Exercise inputs START

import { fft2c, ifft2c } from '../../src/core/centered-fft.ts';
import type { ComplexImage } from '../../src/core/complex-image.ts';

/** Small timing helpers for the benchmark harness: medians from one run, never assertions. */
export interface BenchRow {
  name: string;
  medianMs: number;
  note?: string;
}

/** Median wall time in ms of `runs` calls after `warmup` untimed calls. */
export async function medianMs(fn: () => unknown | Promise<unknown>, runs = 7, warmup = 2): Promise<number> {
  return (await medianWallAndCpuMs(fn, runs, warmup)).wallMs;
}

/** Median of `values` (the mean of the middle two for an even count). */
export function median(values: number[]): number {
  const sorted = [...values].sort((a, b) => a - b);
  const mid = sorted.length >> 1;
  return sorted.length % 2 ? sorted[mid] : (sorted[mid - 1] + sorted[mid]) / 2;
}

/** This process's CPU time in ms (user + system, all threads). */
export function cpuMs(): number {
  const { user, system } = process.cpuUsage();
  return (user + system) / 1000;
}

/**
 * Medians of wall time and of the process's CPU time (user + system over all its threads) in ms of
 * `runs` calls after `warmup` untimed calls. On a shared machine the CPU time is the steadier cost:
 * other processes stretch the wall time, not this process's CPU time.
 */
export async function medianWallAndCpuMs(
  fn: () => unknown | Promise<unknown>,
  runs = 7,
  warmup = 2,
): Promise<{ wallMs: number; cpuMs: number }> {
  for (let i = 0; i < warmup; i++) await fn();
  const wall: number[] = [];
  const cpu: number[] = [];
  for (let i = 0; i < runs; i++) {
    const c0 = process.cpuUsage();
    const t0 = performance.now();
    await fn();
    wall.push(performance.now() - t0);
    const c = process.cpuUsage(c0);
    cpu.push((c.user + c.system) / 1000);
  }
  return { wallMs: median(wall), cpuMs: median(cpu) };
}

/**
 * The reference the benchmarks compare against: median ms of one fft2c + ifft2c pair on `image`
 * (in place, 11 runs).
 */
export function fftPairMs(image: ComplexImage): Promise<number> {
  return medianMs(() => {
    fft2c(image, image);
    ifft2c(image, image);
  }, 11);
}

Exercise inputs END

Aim of the exercise:
If a line in the records contains the word "return", copy it out.

Task result:
  return (await medianWallAndCpuMs(fn, runs, warmup)).wallMs;
  return sorted.length % 2 ? sorted[mid] : (sorted[mid - 1] + sorted[mid]) / 2;
  return (user + system) / 1000;
  return { wallMs: median(wall), cpuMs: median(cpu) };
  return medianMs(() => {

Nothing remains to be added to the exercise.